[Records drawn from a dataset]
***
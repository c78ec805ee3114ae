import { ConflictException, ForbiddenException, Injectable, NotFoundException } from '@nestjs/common';
import { InjectDataSource, InjectRepository } from '@nestjs/typeorm';
import {
  DEFAULT_LOSS_FACTOR,
  DEFAULT_MILKWEED_SHARE,
  DEFAULT_SEASON_METHODS,
  DEFAULT_SEEDS_PER_PACKET,
  pastSeasonDateFields,
  reachedGerminationPct,
  proposeShareList,
  seedList,
  seedListToCsv,
  type Season,
  type SeasonRequest,
  type SeedList,
  type ShareList,
  type ShareListRequest,
  type StateCode,
  type TargetsRequest,
  type Group,
  type GroupRole,
  type WordLocale,
} from '@homeground/shared';
import { DataSource, Repository } from 'typeorm';
import type { AuthenticatedUser } from '../auth/authenticated-user.js';
import { runSql } from '../common/database/dialect.js';
import { apiWords } from '../common/i18n/api-i18n.js';
import { badRequestIn } from '../common/validation/bad-request.js';
import { GroupsService } from '../groups/groups.service.js';
import { MixContextService } from '../mix-context/mix-context.service.js';
import { SeasonTargetRow } from './season-target.entity.js';
import { SeasonRow } from './season.entity.js';
import { toSeason } from './season.mapper.js';

/** Species a share list proposes when the organiser does not say: a dozen makes a plant share worth the trip. */
const DEFAULT_SHARE_LIST_COUNT = 12;

/** A season's plan as other modules read it: its id, year, share date and targets. */
export interface SeasonPlan {
  id: string;
  year: number;
  plantShareDate: string;
  targets: { slug: string; targetPlants: number }[];
}

/** A season as other modules see it (plain values, never the entity), with the caller's role in its group. */
export interface SeasonContext {
  group: Group;
  /** The caller's role in the group; admins act as organisers. */
  role: GroupRole;
  season: { id: string; year: number; lastFrost: string; plantShareDate: string; lossFactor: number };
  targets: { slug: string; targetPlants: number; germinationRatePct: number | null }[];
}

/** A seed list with the season it belongs to. */
export type SeasonSeedList = SeedList & { groupSlug: string; year: number };

/**
 * A group's season plan. Organisers of the group (and admins) write it; every member, grower and
 * organiser of the group reads it. Each write is one transaction; bad input writes nothing.
 */
@Injectable()
export class SeasonsService {
  constructor(
    @InjectRepository(SeasonRow) private readonly seasons: Repository<SeasonRow>,
    @InjectRepository(SeasonTargetRow) private readonly targets: Repository<SeasonTargetRow>,
    @InjectDataSource() private readonly db: DataSource,
    private readonly groups: GroupsService,
    private readonly ctx: MixContextService,
  ) {}

  async get(slug: string, user: AuthenticatedUser, locale: WordLocale = 'en'): Promise<Season> {
    const group = await this.readable(slug, user, locale);
    const season = await this.latest(group, locale);
    return this.toDto(group, season, await this.targetsOf(season));
  }

  /** Sets the season's dates and settings (creates the season for that year if new). `today` is the server's date. */
  async put(
    slug: string,
    user: AuthenticatedUser,
    req: SeasonRequest,
    today: string,
    locale: WordLocale = 'en',
  ): Promise<Season> {
    const group = await this.managed(slug, user, locale);
    const past = pastSeasonDateFields(req, today);
    if (past.length) throw badRequestIn(locale, past);
    const saved = await this.db.transaction(async (tx) => {
      const existing = await tx.findOne(SeasonRow, { where: { groupId: group.id, year: req.year } });
      const row =
        existing ??
        tx.create(SeasonRow, {
          groupId: group.id,
          year: req.year,
          methods: [...DEFAULT_SEASON_METHODS],
          milkweedShare: DEFAULT_MILKWEED_SHARE,
          lossFactor: DEFAULT_LOSS_FACTOR,
          seedsPerPacket: DEFAULT_SEEDS_PER_PACKET,
        });
      // Settings left out keep their value: an organiser moving the date does not reset the milkweed share.
      Object.assign(row, {
        lastFrost: req.lastFrost,
        plantShareDate: req.plantShareDate,
        ...(req.methods && { methods: req.methods }),
        ...(req.milkweedShare !== undefined && { milkweedShare: req.milkweedShare }),
        ...(req.lossFactor !== undefined && { lossFactor: req.lossFactor }),
        ...(req.seedsPerPacket !== undefined && { seedsPerPacket: req.seedsPerPacket }),
      });
      return tx.save(SeasonRow, row);
    });
    return this.toDto(group, saved, await this.targetsOf(saved));
  }

  /** Proposes a share list for the group's ecoregion; writes nothing. */
  async propose(
    slug: string,
    user: AuthenticatedUser,
    req: ShareListRequest,
    locale: WordLocale = 'en',
  ): Promise<ShareList> {
    const group = await this.managed(slug, user, locale);
    if (!group.ecoregionCode) throw new ConflictException(apiWords(locale)('refusals.seasons.noEcoregion'));
    const season = await this.seasons.findOne({ where: { groupId: group.id }, order: { year: 'DESC' } });
    return proposeShareList({
      species: this.ctx.species(),
      ecoregionCode: group.ecoregionCode,
      state: group.state as StateCode,
      methods: req.methods ?? season?.methods ?? DEFAULT_SEASON_METHODS,
      milkweedShare: req.milkweedShare ?? season?.milkweedShare ?? DEFAULT_MILKWEED_SHARE,
      count: req.count ?? DEFAULT_SHARE_LIST_COUNT,
      totalPlants: req.totalPlants,
    });
  }

  /** Replaces the season's targets with the list given, in its order. */
  async setTargets(
    slug: string,
    user: AuthenticatedUser,
    req: TargetsRequest,
    locale: WordLocale = 'en',
  ): Promise<Season> {
    const group = await this.managed(slug, user, locale);
    const season = await this.latest(group, locale);
    this.ctx.assertKnown(
      req.targets.map((t, i) => ({ field: `targets.${i}.slug`, slug: t.slug })),
      locale,
    );
    const reached = await this.reachedGermination(group.id, season.year);
    const rows = await this.db.transaction(async (tx) => {
      await tx.delete(SeasonTargetRow, { seasonId: season.id });
      const fresh = req.targets.map((t, position) =>
        tx.create(SeasonTargetRow, {
          seasonId: season.id,
          slug: t.slug,
          targetPlants: t.targetPlants,
          // The organiser's own rate wins; otherwise what the group really reached in past seasons.
          germinationRatePct: t.germinationRatePct ?? reached.get(t.slug) ?? null,
          position,
        }),
      );
      const saved = await tx.save(SeasonTargetRow, fresh);
      // The season's updatedAt tells readers the plan changed.
      await tx.update(SeasonRow, { id: season.id }, { updatedAt: new Date() });
      return saved;
    });
    return this.toDto(group, await this.seasons.findOneByOrFail({ id: season.id }), rows);
  }

  /**
   * Germination the group really reached per species in seasons before `year`, from the batch logs
   * (seedlings come up over seeds sown). Read with SQL on the batches tables rather than through the
   * batches module, which builds on this one.
   */
  private async reachedGermination(groupId: string, year: number): Promise<Map<string, number>> {
    // Only batches whose grower logged what came up count: a batch with seeds sown and nothing logged
    // since says nothing about germination.
    const rows = await runSql<{ slug: string; sown: number; germinated: number }>(
      this.db,
      `SELECT slug, SUM(sown) AS sown, SUM(germinated) AS germinated
         FROM (SELECT b.slug AS slug,
                      SUM(CASE WHEN e.kind = 'sown' THEN e.count ELSE 0 END) AS sown,
                      SUM(CASE WHEN e.kind = 'germinated' THEN e.count ELSE 0 END) AS germinated
                 FROM batch_log_entries e
                 JOIN batches b ON b.id = e.batch_id
                 JOIN seasons s ON s.id = b.season_id
                WHERE s.group_id = ? AND s.year < ?
                GROUP BY b.id, b.slug
               HAVING SUM(CASE WHEN e.kind = 'germinated' THEN e.count ELSE 0 END) > 0) AS per_batch
        GROUP BY slug`,
      [groupId, year],
    );
    const out = new Map<string, number>();
    for (const r of rows) {
      const pct = reachedGerminationPct({ sown: Number(r.sown), germinated: Number(r.germinated) });
      if (pct !== null) out.set(r.slug, pct);
    }
    return out;
  }

  /** The seed list; its cautions and collecting notes in `locale`. */
  async seedList(slug: string, user: AuthenticatedUser, locale: WordLocale = 'en'): Promise<SeasonSeedList> {
    const group = await this.readable(slug, user, locale);
    const season = await this.latest(group, locale);
    const targets = (await this.targetsOf(season)).flatMap((t) => {
      const species = this.ctx.get(t.slug);
      // A target renamed away in the catalogue has no record to count from; the season page still lists it.
      return species
        ? [{ species, targetPlants: t.targetPlants, germinationRatePct: t.germinationRatePct ?? undefined }]
        : [];
    });
    const list = seedList(targets, {
      state: group.state as StateCode,
      lossFactor: season.lossFactor,
      seedsPerPacket: season.seedsPerPacket,
      locale,
    });
    return { groupSlug: group.slug, year: season.year, ...list };
  }

  /**
   * The group's newest season for another module (batches), when the caller has a role in the group;
   * 403 otherwise, 404 when the group or its season does not exist.
   */
  async context(slug: string, user: AuthenticatedUser, locale: WordLocale = 'en'): Promise<SeasonContext> {
    const group = await this.groups.getDto(slug, locale);
    const role = await this.groups.roleOf(user, group.id);
    if (!role) throw new ForbiddenException(apiWords(locale)('refusals.seasons.seasonMembersOnly'));
    const season = await this.latest(group, locale);
    const targets = await this.targetsOf(season);
    return {
      group,
      role,
      season: {
        id: season.id,
        year: season.year,
        lastFrost: season.lastFrost,
        plantShareDate: season.plantShareDate,
        lossFactor: season.lossFactor,
      },
      targets: targets.map((t) => ({
        slug: t.slug,
        targetPlants: t.targetPlants,
        germinationRatePct: t.germinationRatePct,
      })),
    };
  }

  /** The same, by season id (for the plant share's stock); null when there is no such season. */
  async contextById(seasonId: string): Promise<Omit<SeasonContext, 'group' | 'role'> | null> {
    const season = await this.seasons.findOne({ where: { id: seasonId } });
    if (!season) return null;
    const targets = await this.targetsOf(season);
    return {
      season: {
        id: season.id,
        year: season.year,
        lastFrost: season.lastFrost,
        plantShareDate: season.plantShareDate,
        lossFactor: season.lossFactor,
      },
      targets: targets.map((t) => ({
        slug: t.slug,
        targetPlants: t.targetPlants,
        germinationRatePct: t.germinationRatePct,
      })),
    };
  }

  async seedListCsv(slug: string, user: AuthenticatedUser, locale: WordLocale = 'en'): Promise<string> {
    return seedListToCsv(await this.seedList(slug, user, locale), locale);
  }

  /**
   * The group's newest season as a plain object with its targets, for modules that build on the plan
   * (the plant share); null when the group has none. No access check: the caller has made its own.
   */
  async latestPlan(groupId: string): Promise<SeasonPlan | null> {
    const season = await this.seasons.findOne({ where: { groupId }, order: { year: 'DESC' } });
    if (!season) return null;
    const targets = await this.targetsOf(season);
    return {
      id: season.id,
      year: season.year,
      plantShareDate: season.plantShareDate,
      targets: targets.map((t) => ({ slug: t.slug, targetPlants: t.targetPlants })),
    };
  }

  /** The group, when the caller has any role in it (member, grower, organiser; admins act as organisers). */
  private async readable(slug: string, user: AuthenticatedUser, locale: WordLocale): Promise<Group> {
    const group = await this.groups.getDto(slug, locale);
    if (!(await this.groups.roleOf(user, group.id)))
      throw new ForbiddenException(apiWords(locale)('refusals.seasons.planMembersOnly'));
    return group;
  }

  private async managed(slug: string, user: AuthenticatedUser, locale: WordLocale): Promise<Group> {
    const group = await this.groups.getDto(slug, locale);
    if ((await this.groups.roleOf(user, group.id)) !== 'organiser') {
      throw new ForbiddenException(apiWords(locale)('refusals.seasons.organiserChanges'));
    }
    return group;
  }

  /** The group's newest season. */
  private async latest(group: Group, locale: WordLocale): Promise<SeasonRow> {
    const season = await this.seasons.findOne({ where: { groupId: group.id }, order: { year: 'DESC' } });
    if (!season) throw new NotFoundException(apiWords(locale)('refusals.seasons.noPlan', { group: group.name }));
    return season;
  }

  private targetsOf(season: SeasonRow): Promise<SeasonTargetRow[]> {
    return this.targets.find({ where: { seasonId: season.id }, order: { position: 'ASC' } });
  }

  private toDto(group: Group, season: SeasonRow, targets: readonly SeasonTargetRow[]): Season {
    return toSeason(group, season, targets, (slug) => {
      const s = this.ctx.get(slug);
      return s && { commonName: s.commonNames[0], scientificName: s.scientificName };
    });
  }
}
***
### TASK DIRECTIONS
In the entries above, find lines with "CASE" and copy each.

### EXPECTED ANSWER
                      SUM(CASE WHEN e.kind = 'sown' THEN e.count ELSE 0 END) AS sown,
                      SUM(CASE WHEN e.kind = 'germinated' THEN e.count ELSE 0 END) AS germinated
               HAVING SUM(CASE WHEN e.kind = 'germinated' THEN e.count ELSE 0 END) > 0) AS per_batch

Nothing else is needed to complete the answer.